«Проклятье! Почему прошлое навалилось на меня именно сегодня? На чьей я, собственно, стороне? Разве я не мансфельдовец?» — спрашивал он себя, пытаясь вернуть прежнее самообладание, и исподлобья глядел на Бартеля.
«Ишь как надулся, индюк. И чего расселся, что ему надо, — на мое место метит? «Крылья подрезать» — вот как этот карьерист называет меру, отнимающую у детей двенадцати тысяч шахтеров кусок хлеба. По какому праву он сует нос не в свои дела?»
Бартель был из числа «церберов». Так служащие Мансфельдского акционерного общества называли между собой того, кто держал своих подчиненных в ежовых рукавицах.
Кегель нервно покрутил пуговицу на воротнике и скривил рот. «А разве сам я не цербер? И не был им всегда? Разве иначе я удержался бы хоть минуту в должности оберштейгера? Я заставил уважать себя!..»
Но штейгер Бартель пошел гораздо дальше. Он отказался от родного брата, тихого, скромного человека, лишь потому, что тот был социал-демократом. Правда, это принесло Бартелю авторитет в кругу коллег, — он был последователен и мог служить примером. Особенно большое впечатление это произвело на младших служащих.
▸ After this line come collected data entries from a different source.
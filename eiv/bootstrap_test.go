package eiv_test

import (
	"context"
	"errors"
	"math"
	"math/rand/v2"
	"runtime"
	"testing"
	"time"

	"eivfit/eiv"
	"eivfit/eiv/reftest"
)

func sampleOf(d dataset) eiv.Sample {
	return eiv.Sample{X: d.x, Y: d.y, SX: d.sx, SY: d.sy, R: d.r}
}

// The same seed gives bit-identical replicates for any number of workers,
// and for GOMAXPROCS 1 and 4 with the default worker count.
func TestBootstrapDeterministic(t *testing.T) {
	d := randomData(21, 50, true)
	s := sampleOf(d)
	ests := []eiv.Estimator{eiv.YorkEstimator{}, eiv.OLSEstimator{}, eiv.DemingEstimator{Lambda: 1.3}}
	run := func(workers int) *eiv.BootstrapResult {
		r, err := eiv.Bootstrap(context.Background(), s, ests, &eiv.BootstrapOptions{Resamples: 1000, Seed: 11, Workers: workers})
		if err != nil {
			t.Fatal(err)
		}
		return r
	}
	same := func(a, b *eiv.BootstrapResult, what string) {
		for j := range ests {
			ra, rb := a.Replicates(eiv.SlopeOf(j)), b.Replicates(eiv.SlopeOf(j))
			if len(ra) != len(rb) {
				t.Fatalf("%s: %d vs %d replicates", what, len(ra), len(rb))
			}
			for i := range ra {
				if math.Float64bits(ra[i]) != math.Float64bits(rb[i]) {
					t.Fatalf("%s: estimator %d resample %d differs: %v vs %v", what, j, i, ra[i], rb[i])
				}
			}
		}
	}
	one := run(1)
	same(one, run(4), "1 vs 4 workers")
	same(one, run(7), "1 vs 7 workers")
	prev := runtime.GOMAXPROCS(1)
	g1 := run(0)
	runtime.GOMAXPROCS(4)
	g4 := run(0)
	runtime.GOMAXPROCS(prev)
	same(g1, g4, "GOMAXPROCS 1 vs 4")
	same(one, g1, "workers 1 vs GOMAXPROCS 1")
	// A different seed gives different resamples.
	other, _ := eiv.Bootstrap(context.Background(), s, ests, &eiv.BootstrapOptions{Resamples: 1000, Seed: 12})
	if other.Replicates(eiv.SlopeOf(0))[0] == one.Replicates(eiv.SlopeOf(0))[0] {
		t.Error("seed 12 reproduced seed 11")
	}
}

// opaqueFitter hides an estimator's fitter from the bootstrap's fused
// Deming/OLS path, so that every resample is materialised and fitted.
type opaqueEstimator struct{ eiv.Estimator }
type opaqueFitter struct{ f eiv.LineFitter }

func (e opaqueEstimator) NewFitter(n int) eiv.LineFitter {
	return opaqueFitter{e.Estimator.NewFitter(n)}
}
func (f opaqueFitter) FitLine(s eiv.Sample) (float64, float64, error) { return f.f.FitLine(s) }

// The fused draw-and-sum path of Deming and OLS gives the same lines bit for
// bit as materialising each resample and fitting it, including the
// resamples it hands back (first point far from the rest, values outside
// the moments' safe band) and the ones that cannot be fitted.
func TestBootstrapFusedMomentsMatchMaterialised(t *testing.T) {
	far := sampleOf(randomData(31, 30, false))
	far.X[3], far.Y[3] = 1e4, 2e4 // resamples that start with it take the two-pass moments
	tiny := sampleOf(randomData(32, 25, false))
	for i := range tiny.X {
		tiny.X[i] *= 0x1p-450 // s_xx below 2^-800: the rescaled fit
		tiny.Y[i] *= 0x1p-450
	}
	few := eiv.Sample{X: []float64{1, 1, 1, 2}, Y: []float64{1, 1.2, 0.9, 2.1}} // constant-x resamples fail
	for _, c := range []struct {
		name string
		s    eiv.Sample
	}{{"ordinary", sampleOf(randomData(30, 40, true))}, {"far point", far}, {"tiny values", tiny}, {"failures", few}} {
		t.Run(c.name, func(t *testing.T) {
			fused := []eiv.Estimator{eiv.DemingEstimator{Lambda: 1.7}, eiv.OLSEstimator{}}
			plain := []eiv.Estimator{opaqueEstimator{fused[0]}, opaqueEstimator{fused[1]}}
			opt := &eiv.BootstrapOptions{Resamples: 3000, Seed: 5, Workers: 2}
			rf, err := eiv.Bootstrap(context.Background(), c.s, fused, opt)
			if err != nil {
				t.Fatal(err)
			}
			rp, err := eiv.Bootstrap(context.Background(), c.s, plain, opt)
			if err != nil {
				t.Fatal(err)
			}
			if rf.Failed != rp.Failed {
				t.Errorf("failed resamples: fused %d, materialised %d", rf.Failed, rp.Failed)
			}
			for j := range fused {
				for _, st := range []eiv.Statistic{eiv.SlopeOf(j), eiv.InterceptOf(j)} {
					a, b := rf.Replicates(st), rp.Replicates(st)
					if len(a) != len(b) {
						t.Fatalf("estimator %d: %d vs %d replicates", j, len(a), len(b))
					}
					for i := range a {
						if math.Float64bits(a[i]) != math.Float64bits(b[i]) {
							t.Fatalf("estimator %d, replicate %d: fused %v, materialised %v", j, i, a[i], b[i])
						}
					}
				}
			}
		})
	}
}

// The hot loop allocates nothing per resample: the allocations of a whole
// bootstrap do not grow with B.
func TestBootstrapAllocationsIndependentOfB(t *testing.T) {
	s := sampleOf(randomData(5, 40, true))
	for _, ests := range [][]eiv.Estimator{
		{eiv.YorkEstimator{}, eiv.OLSEstimator{}},
		{eiv.DemingEstimator{Lambda: 2}},
		{eiv.WeightedDemingEstimator{Lambda: 1}},
	} {
		allocs := func(B int) float64 {
			return testing.AllocsPerRun(3, func() {
				if _, err := eiv.Bootstrap(context.Background(), s, ests, &eiv.BootstrapOptions{Resamples: B, Seed: 3, Workers: 2}); err != nil {
					t.Fatal(err)
				}
			})
		}
		small, large := allocs(200), allocs(4000)
		if large > small+2 { // slack for the scheduler's goroutine bookkeeping
			t.Errorf("%s: %v allocations at B = 200 but %v at B = 4000", ests[0].Method(), small, large)
		}
	}
}

func TestBootstrapCancel(t *testing.T) {
	s := sampleOf(randomData(5, 200, false))
	ctx, cancel := context.WithCancel(context.Background())
	cancel()
	start := time.Now()
	_, err := eiv.Bootstrap(ctx, s, []eiv.Estimator{eiv.YorkEstimator{}}, &eiv.BootstrapOptions{Resamples: 100000})
	if !errors.Is(err, context.Canceled) {
		t.Fatalf("err = %v", err)
	}
	if time.Since(start) > 5*time.Second {
		t.Errorf("cancellation took %v", time.Since(start))
	}
}

// Resamples that cannot be fitted are counted; above 10 % no interval is given.
func TestBootstrapFailures(t *testing.T) {
	// Four points, two of them sharing x: about 1 in 10 pairs resamples has
	// constant x (only x = 1 values, or one point repeated).
	s := eiv.Sample{X: []float64{1, 1, 1, 2}, Y: []float64{1, 1.2, 0.9, 2.1}}
	r, err := eiv.Bootstrap(context.Background(), s, []eiv.Estimator{eiv.OLSEstimator{}}, &eiv.BootstrapOptions{Resamples: 2000, Seed: 1})
	if err != nil {
		t.Fatal(err)
	}
	// P(no x = 2 among 4 draws) = (3/4)^4 = 0.316; P(all four x = 2) = 1/256.
	share := float64(r.Failed) / 2000
	if math.Abs(share-(0.31640625+1.0/256)) > 0.04 {
		t.Errorf("failed share %.3f, expected about 0.32", share)
	}
	if len(r.Warnings) == 0 {
		t.Error("no warning")
	}
	if _, err := r.Summarize(eiv.SlopeOf(0)); !errors.Is(err, eiv.ErrTooManyFailures) {
		t.Errorf("Summarize: %v, want ErrTooManyFailures", err)
	}
}

// BCa and percentile intervals against scipy.stats.bootstrap (Debian
// python3-scipy 1.10, paired=True) on the same data and statistic at
// B = 20,000 each. The two use different random streams, so they agree
// only within Monte Carlo error: an endpoint's SD is about
// SE·√(α(1−α)/B)/φ(z_α) ≈ 0.019·SE here, 0.027·SE for the difference of two
// independent runs; the tolerance is 4 times that, 0.11·SE.
func TestBCaAgainstSciPy(t *testing.T) {
	py := reftest.Python(t, "scipy.stats", "numpy")
	rng := rand.New(rand.NewPCG(77, 1))
	var x, y []float64
	for range 30 {
		// Skewed x and heavy-tailed errors make BCa differ from percentile.
		xt := 5 + 20*math.Pow(rng.Float64(), 2)
		x = append(x, xt+0.8*rng.NormFloat64())
		y = append(y, 1+0.9*xt+math.Abs(xt-5)*0.15*rng.NormFloat64()*rng.NormFloat64())
	}
	const B = 20000
	for _, c := range []struct {
		name string
		est  eiv.Estimator
		stat string
	}{
		{"ols slope", eiv.OLSEstimator{}, "ols_slope"},
		{"deming slope", eiv.DemingEstimator{Lambda: 1.5}, "deming_slope"},
	} {
		t.Run(c.name, func(t *testing.T) {
			var ref struct {
				BCa           []float64 `json:"bca"`
				Percentile    []float64 `json:"percentile"`
				StandardError float64   `json:"standard_error"`
			}
			reftest.Run(t, py, reftest.Script(t, "ref_bootstrap.py"), map[string]any{
				"x": x, "y": y, "statistic": c.stat, "lambda": 1.5, "n_resamples": B, "confidence": 0.95, "seed": 5,
			}, &ref)
			r, err := eiv.Bootstrap(context.Background(), eiv.Sample{X: x, Y: y}, []eiv.Estimator{c.est},
				&eiv.BootstrapOptions{Resamples: B, Seed: 9})
			if err != nil {
				t.Fatal(err)
			}
			s, err := r.Summarize(eiv.SlopeOf(0))
			if err != nil {
				t.Fatal(err)
			}
			tol := 0.11 * ref.StandardError
			check := func(what string, got, want float64) {
				if math.Abs(got-want) > tol {
					t.Errorf("%s = %.5f, scipy %.5f (tolerance %.5f)", what, got, want, tol)
				}
			}
			check("BCa lower", s.BCa.Lower, ref.BCa[0])
			check("BCa upper", s.BCa.Upper, ref.BCa[1])
			check("percentile lower", s.Percentile.Lower, ref.Percentile[0])
			check("percentile upper", s.Percentile.Upper, ref.Percentile[1])
			// The SE of the replicates: relative MC error √(1/(2B)) ≈ 0.5 % each.
			if math.Abs(s.SE-ref.StandardError) > 0.03*ref.StandardError {
				t.Errorf("SE %.5f, scipy %.5f", s.SE, ref.StandardError)
			}
			t.Logf("BCa [%.5f, %.5f] scipy [%.5f, %.5f]", s.BCa.Lower, s.BCa.Upper, ref.BCa[0], ref.BCa[1])
		})
	}
}

// The parametric scheme draws around the fitted true points: its bootstrap
// SE of the York slope matches York's analytic SE when the stated
// uncertainties are right (both estimate the same sampling SD; 2,000
// resamples give about 1.6 % Monte Carlo error, and the analytic SE is a
// first-order approximation, so 10 % is allowed).
func TestParametricMatchesAnalytic(t *testing.T) {
	d := randomData(31, 60, true)
	f := must(t)(eiv.York(d.x, d.y, d.sx, d.sy, d.r, nil))
	r, err := eiv.Bootstrap(context.Background(), sampleOf(d), []eiv.Estimator{eiv.YorkEstimator{}},
		&eiv.BootstrapOptions{Resamples: 2000, Seed: 4, Scheme: eiv.SchemeParametric})
	if err != nil {
		t.Fatal(err)
	}
	s, _ := r.Summarize(eiv.SlopeOf(0))
	if math.Abs(s.SE/f.Slope.SE-1) > 0.10 {
		t.Errorf("parametric SE %.5g vs analytic %.5g", s.SE, f.Slope.SE)
	}
}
Совсем запутавшись, Кегель спросил себя: «А какое у меня право возмущаться по этому поводу? Разве я сам не порвал отношения с братом только потому, что его сын в двадцать первом угодил в тюрьму? Этакий паршивец, посмел стрелять из пулемета по полицейским, когда они заняли гетштедтскую школу под казарму».
Он судорожно глотнул. Воротник душил его. Он пытался найти себе оправдание. Но не находил. Наоборот, угрызения совести мучили его все больше.
«Кой черт заставил меня отказаться от собственных родных? — размышлял он. — Может быть, газетное сообщение о приговоре, опозорившем фамилию Кегель? Но разве это давало мне право два года спустя не пускать Эмиля на порог моего дома, словно какого-нибудь бродягу, когда тот решился спросить, не найдется ли работы для его сына? Просто я боялся сплетен среди сослуживцев. Уж очень хотелось выкарабкаться наверх».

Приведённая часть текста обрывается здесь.